ですが、あなたにとっての重要な他者は、困っているならいつでも頼ってきて欲しいと思っているはずですね。
ストレス反応前の対処(事前対応)
ストレス反応前の対処をこの記事の最後に持ってきたのは、個人的にこちらの対応がより大切であると感じているからです。
この事前対応において行われることは、端的にいってストレッサーとなりうる外部からの刺激を、どのようにとらえるか(認知するか)ということです。
さらにいえば、ストレッサーがストレス状態につながるケースというのは、その外部からの刺激を自分にとって望ましくないものと認知したときです。
逆をいえば、外部からの刺激を自分にとって望ましいもの、プラスになるものと認知することができれば、そのストレッサーはストレス状態にはつながらないということになります。
つまり、身の回りのストレス源を自分で上手くコントロールしているという形です。
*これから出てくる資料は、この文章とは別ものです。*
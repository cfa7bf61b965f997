/**
 * E-series against IEC 60063 (tables written from memory of IEC 60063:2015; the
 * standard text was not available here). Cross-checks that do not rely on memory:
 * E48/E96/E192 against round(10^(i/N)) to three significant figures, E3–E24 against
 * the rounded geometric sequence with the departures IEC 60063 is known for.
 */
import { describe, expect, it } from "vitest";
import fc from "fast-check";
import {
  eSeries,
  isStandard,
  nearestStandard,
  neighbours,
  seriesNames,
  seriesOf,
  standardValues,
  standardValuesAround,
  toleranceOf,
  logDistance,
} from "../lib/bias/eseries.js";
import { InputError } from "../lib/errors.js";

const rounded = (n: number, i: number, digits: number) => Math.round(10 ** (digits - 1) * 10 ** (i / n));

describe("IEC 60063 tables", () => {
  it("has the tabulated count per decade and strictly increasing values from 1.0 to below 10", () => {
    const counts = { E3: 3, E6: 6, E12: 12, E24: 24, E48: 48, E96: 96, E192: 192 };
    for (const name of seriesNames) {
      const s = eSeries[name];
      expect(s.count).toBe(counts[name]);
      expect(s.table.length).toBe(counts[name]);
      const mant = standardValues(name, 0);
      expect(mant[0]).toBe(1);
      expect(mant.at(-1)!).toBeLessThan(10);
      for (let i = 1; i < mant.length; i++) expect(mant[i]!).toBeGreaterThan(mant[i - 1]!);
    }
  });

  it("E48, E96, E192 are round(10^(i/N)) to 3 figures except E192's 9.20 (IEC 60063; rounding gives 9.19)", () => {
    for (const name of ["E48", "E96", "E192"] as const) {
      const s = eSeries[name];
      const departures = s.table.flatMap((v, i) => (v === rounded(s.count, i, 3) ? [] : [[i, v, rounded(s.count, i, 3)]]));
      expect(departures).toEqual(name === "E192" ? [[185, 920, 919]] : []);
    }
  });

  it("E3–E24 depart from the rounded geometric sequence exactly where IEC 60063 keeps older values", () => {
    const expected: Record<string, Array<[number, number]>> = {
      E3: [[47, 46]],
      E6: [[33, 32], [47, 46]],
      E12: [[27, 26], [33, 32], [39, 38], [47, 46], [82, 83]],
      E24: [[27, 26], [30, 29], [33, 32], [36, 35], [39, 38], [43, 42], [47, 46], [82, 83]],
    };
    for (const name of ["E3", "E6", "E12", "E24"] as const) {
      const s = eSeries[name];
      const departures = s.table.flatMap((v, i) => (v === rounded(s.count, i, 2) ? [] : [[v, rounded(s.count, i, 2)]]));
      expect(departures).toEqual(expected[name]);
    }
  });

  it("spot values (IEC 60063, from memory)", () => {
    expect(standardValues("E6", 0)).toEqual([1, 1.5, 2.2, 3.3, 4.7, 6.8]);
    expect(standardValues("E12", 3)).toEqual([1000, 1200, 1500, 1800, 2200, 2700, 3300, 3900, 4700, 5600, 6800, 8200]);
    expect(standardValues("E24", 1)).toEqual([10, 11, 12, 13, 15, 16, 18, 20, 22, 24, 27, 30, 33, 36, 39, 43, 47, 51, 56, 62, 68, 75, 82, 91]);
    // E48 and E96 from an independent memory of the printed tables (not derived from E192).
    expect(standardValues("E48", 0).slice(0, 12)).toEqual([1, 1.05, 1.1, 1.15, 1.21, 1.27, 1.33, 1.4, 1.47, 1.54, 1.62, 1.69]);
    expect(standardValues("E48", 0).slice(-6)).toEqual([7.5, 7.87, 8.25, 8.66, 9.09, 9.53]);
    expect(standardValues("E96", 2).slice(0, 8)).toEqual([100, 102, 105, 107, 110, 113, 115, 118]);
    expect(standardValues("E96", 2)).toContain(499);
    expect(standardValues("E96", 2)).toContain(976);
    expect(standardValues("E192", 0)).toContain(9.2);
    expect(standardValues("E192", 0)).not.toContain(9.19);
  });

  it("pairs each series with its IEC 60063 tolerance band", () => {
    expect(eSeries.E6.tolerance).toBe(0.2);
    expect(eSeries.E12.tolerance).toBe(0.1);
    expect(eSeries.E24.tolerance).toBe(0.05);
    expect(eSeries.E48.tolerance).toBe(0.02);
    expect(eSeries.E96.tolerance).toBe(0.01);
    expect(eSeries.E192.tolerance).toBe(0.005);
    expect(eSeries.E192.tolerances).toEqual([0.005, 0.0025, 0.001]);
    // Each finer series is at least as tight as the coarser ones.
    for (let i = 1; i < seriesNames.length; i++) expect(eSeries[seriesNames[i]!].tolerance).toBeLessThan(eSeries[seriesNames[i - 1]!].tolerance);
  });

  it("builds values exactly (integer × power of ten)", () => {
    expect(standardValues("E12", 3)[8]).toBe(4700);
    expect(standardValues("E96", -1)).toContain(0.487);
    expect(standardValues("E24", 6)).toContain(8_200_000);
  });
});

describe("lookup", () => {
  it("nearest, neighbours and membership on hand-picked values", () => {
    expect(nearestStandard(4600, "E12")).toBe(4700);
    expect(nearestStandard(1234, "E24")).toBe(1200);
    expect(nearestStandard(9700, "E12")).toBe(10000); // wraps into the next decade
    expect(nearestStandard(0.99, "E6")).toBe(1);
    expect(neighbours(5000, "E12")).toEqual({ below: 4700, above: 5600 });
    expect(neighbours(4700, "E12")).toEqual({ below: 4700, above: 4700 });
    expect(neighbours(9500, "E12")).toEqual({ below: 8200, above: 10000 });
    expect(isStandard(3300, "E6")).toBe(true);
    expect(isStandard(3900, "E6")).toBe(false);
    expect(isStandard(0.1 + 0.2 + 0.7, "E3")).toBe(true); // 1.0000000000000002 is still 1.0
    expect(isStandard(1.000001, "E3")).toBe(false);
    expect(neighbours(1e-13 + 1, "E3")).toEqual({ below: 1, above: 1 }); // within 1e-9: the standard value itself
    expect(standardValuesAround(5000, "E12", 3)).toEqual([3900, 4700, 5600]);
    expect(standardValuesAround(5200, "E12", 3)).toEqual([4700, 5600, 6800]);
    expect(standardValuesAround(1000, "E24", 3)).toEqual([910, 1000, 1100]);
  });

  it("property: neighbours bracket the value, are members, and the nearest is the closer of them", () => {
    fc.assert(
      fc.property(fc.constantFrom(...seriesNames), fc.double({ min: -5, max: 13, noNaN: true }), (name, exp) => {
        const v = 10 ** exp;
        const { below, above } = neighbours(v, name);
        // A value within 1e-9 relative of a standard value counts as that value (eseries.ts).
        expect(below).toBeLessThanOrEqual(v * (1 + 1e-9));
        expect(above).toBeGreaterThanOrEqual(v * (1 - 1e-9));
        expect(isStandard(below, name)).toBe(true);
        expect(isStandard(above, name)).toBe(true);
        const n = nearestStandard(v, name);
        expect(logDistance(v, n)).toBeLessThanOrEqual(Math.min(logDistance(v, below), logDistance(v, above)) + 1e-15);
        // No member lies strictly between below and above: the step is at most one table step.
        const step = Math.log10(above / below);
        expect(step).toBeLessThanOrEqual(Math.max(...eSeries[name].table.map((x, i, t) => Math.log10((t[i + 1] ?? t[0]! * 10) / x))) + 1e-12);
      }),
    );
  });

  it("rejects bad input with typed errors naming the value", () => {
    expect(() => nearestStandard(-10, "E12", "RD")).toThrow(InputError);
    expect(() => nearestStandard(Number.NaN, "E12", "RD")).toThrow(/RD: got NaN/);
    expect(() => nearestStandard(0, "E12")).toThrow(InputError);
    expect(() => nearestStandard(1e30, "E12")).toThrow(InputError);
    expect(() => seriesOf("E25" as never)).toThrow(/one of E3, E6/);
    expect(() => standardValues("E12", 2.5)).toThrow(InputError);
    expect(() => standardValuesAround(1000, "E12", 0)).toThrow(InputError);
    expect(() => toleranceOf("E24", 1.5)).toThrow(InputError);
    expect(toleranceOf("E24")).toBe(0.05);
    expect(toleranceOf("E24", 0.01)).toBe(0.01);
  });
});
冷静に見ると、これってすごいことだと思いませんか?
例えば、仕事の面で上司から指摘や注意を受けてしまったという刺激を、『自分の成長につながるポイントを教えてもらえた』ととらえることができれば、いつまでもクヨクヨと落ち込むことなく、改善に向けた挽回行動を積極的に取っていくことができるはずです。
そのような前向きな姿を見せることで、上司との関係も良好になっていくことが期待されますね。
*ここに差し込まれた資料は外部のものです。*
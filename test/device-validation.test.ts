/**
 * A device is validated once, when it is made, and nothing unvalidated reaches
 * the hot path: the type says so (a Device only comes from device() or
 * checkDevice()) and the public entry points check it at run time.
 */
import { describe, expect, it } from "vitest";
import {
  amperes,
  amperesPerVoltSquared,
  checkDevice,
  device,
  drainCurrent,
  gateVoltageFor,
  InputError,
  isDevice,
  meters,
  operatingPoint,
  perVolt,
  smallSignal,
  volts,
  type Device,
  type DeviceCard,
} from "../lib/index.js";

// Invented card for unit tests (not a real process).
const card: DeviceCard = { name: "val-n", polarity: "nmos", kp: amperesPerVoltSquared(200e-6), vt0: volts(0.5), lambda: perVolt(0.05) };
const um = meters(1e-6);
const bias = { vgs: volts(1), vds: volts(1) };
/** Build a device around the type system, as plain JavaScript or a JSON file would. */
const raw = (d: unknown) => d as Device;

describe("impossible cards and sizes are refused when the device is made", () => {
  const cases: Array<[string, () => unknown, RegExp]> = [
    ["kp NaN", () => device({ ...card, kp: amperesPerVoltSquared(NaN) }, um, um), /device\.card "val-n"\.kp: got NaN, expected a process transconductance/],
    ["W < 0", () => device(card, meters(-1e-6), um), /device\.w: got -0\.000001, expected a channel width W > 0/],
    ["λ = −1", () => device({ ...card, lambda: perVolt(-1) }, um, um), /lambda: got -1, expected λ ≥ 0/],
    ["L = 0", () => device(card, um, meters(0)), /device\.l: got 0, expected a channel length L > 0/],
    ['polarity "NMOS"', () => device({ ...card, polarity: "NMOS" as DeviceCard["polarity"] }, um, um), /polarity: got "NMOS", expected "nmos" or "pmos"/],
    ['kp as the string "1"', () => device({ ...card, kp: "1" as unknown as DeviceCard["kp"] }, um, um), /kp: got "1", expected a process transconductance/],
    ["W as a string", () => device(card, "1e-6" as unknown as Device["w"], um), /device\.w: got "1e-6"/],
    ["a gain kp·W/L that overflows", () => device({ ...card, kp: amperesPerVoltSquared(1e300) }, meters(1e10), meters(1e-10)), /finite device gain/],
    ["no card", () => device(null as unknown as DeviceCard, um, um), /device\.card: got null, expected a device card object/],
  ];
  for (const [what, run, message] of cases)
    it(what, () => {
      expect(run).toThrow(InputError);
      expect(run).toThrow(message);
    });
});

describe("the public entry points accept only validated devices", () => {
  it("drainCurrent refuses null and hand-built objects with a typed error, not a TypeError", () => {
    expect(() => drainCurrent(raw(null), 1, 1)).toThrow(InputError);
    expect(() => drainCurrent(raw(null), 1, 1)).toThrow(/drainCurrent\.dev: got null, expected a device made by device/);
    // Even a well-formed hand-built object: its fields were never checked.
    expect(() => drainCurrent(raw({ card, w: um, l: um }), 1, 1)).toThrow(/drainCurrent\.dev/);
  });
  it("operatingPoint and smallSignal validate a hand-built device and refuse a bad one", () => {
    const bad = raw({ card: { ...card, kp: NaN }, w: um, l: um });
    expect(() => operatingPoint(bad, bias)).toThrow(/operatingPoint\.dev\.card "val-n"\.kp: got NaN/);
    expect(() => smallSignal(raw({ card, w: meters(-1e-6), l: um }), bias)).toThrow(/smallSignal\.dev\.w: got -0\.000001/);
    expect(() => operatingPoint(raw(null), bias)).toThrow(/operatingPoint\.dev: got null/);
    expect(() => gateVoltageFor(raw({ card: { ...card, polarity: "NMOS" }, w: um, l: um }), amperes(1e-4))).toThrow(/polarity: got "NMOS"/);
    // A good hand-built device gives the same answer as one from device().
    const good = operatingPoint(raw({ card, w: um, l: um }), bias);
    expect(good.id).toBe(operatingPoint(device(card, um, um), bias).id);
  });
  it("a made device is frozen, deep, so its validated values cannot change afterwards", () => {
    const mutable = { ...card, temperature: { t0: 300 as never, alphaVt: -1e-3 as never, muExp: 1.5 } };
    const d = device(mutable, um, um);
    expect(Object.isFrozen(d) && Object.isFrozen(d.card) && Object.isFrozen(d.card.temperature)).toBe(true);
    expect(() => {
      (d as { w: number }).w = -1;
    }).toThrow(TypeError);
    // Changing the caller's card later does not reach the device.
    (mutable as { kp: number }).kp = NaN;
    expect(d.card.kp).toBe(200e-6);
    expect(Number.isFinite(drainCurrent(d, 1, 1))).toBe(true);
  });
  it("checkDevice returns a made device unchanged and validates a plain one into a new device", () => {
    const d = device(card, um, um);
    expect(checkDevice(d)).toBe(d);
    const plain = { card, w: um, l: um };
    const checked = checkDevice(plain);
    expect(checked).not.toBe(plain);
    expect(isDevice(checked) && !isDevice(plain)).toBe(true);
    expect(() => checkDevice({ card, w: um, l: meters(0) }, "cell 3")).toThrow(/cell 3\.l: got 0/);
  });
  it("the type system refuses a hand-built device", () => {
    // @ts-expect-error a { card, w, l } literal lacks the validated brand
    const d: Device = { card, w: um, l: um };
    expect(isDevice(d)).toBe(false);
  });
});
また、社会人によく見られる『時間がない』という状況も、『時間がある場合に比べ、集中力を発揮し、より生産性を高められる環境だ』ととらえることで、ストレス状態になることを防ぐことができると思います。
現代はストレス社会といわれますが、昔に比べれば生活面も各段に便利になり、快適に生活することができているはずです。
もしかして、社会全体がストレスに満ちているのではなく、物事をとらえるヒトの認知能力が徐々に低下してきてしまっているのかもしれません(あくまでも仮説ですが)。
なお、ストレス反応前の認知的な事前対応は、専門的にはリフレーミングと呼ばれる心理技能で、ストレスの発生源を上手くコントロールする有効な手法であると思います。
さらに詳しく知りたい方は、ぜひ以下の関連記事もご覧になってみてくださいね。
まとめ
この記事ではストレス耐性を以下のように定義し、その都度、ストレスに上手く対処することができる点がストレス耐性の本質であるとしました。
生活や仕事面での環境が厳しい中でも、ストレスに上手く対処しながら活動しつづけられる、結果を出しつづけられるチカラ
歯を食いしばってストレスに耐え続けるのがストレス耐性であるととらえてしまうと、いつかドロップアウトしてしまう可能性が高まります。
常に自分自身をモニタリングし、身体から黄信号が灯れば、自分に合った事後対応を取ってください。時には周りからサポートを受けることも有効ですね。また、目の前の状況をネガティブにとらえ過ぎないことも大切です。
また、事前対応だけ、事後対応だけでもそれぞれ限界があるので、肝心なのは2つの対応をバランスよく行いながらストレスに上手く対処していくことです。
それができるようになったとき、あなたのストレス耐性は間違いなく高まっているはずです。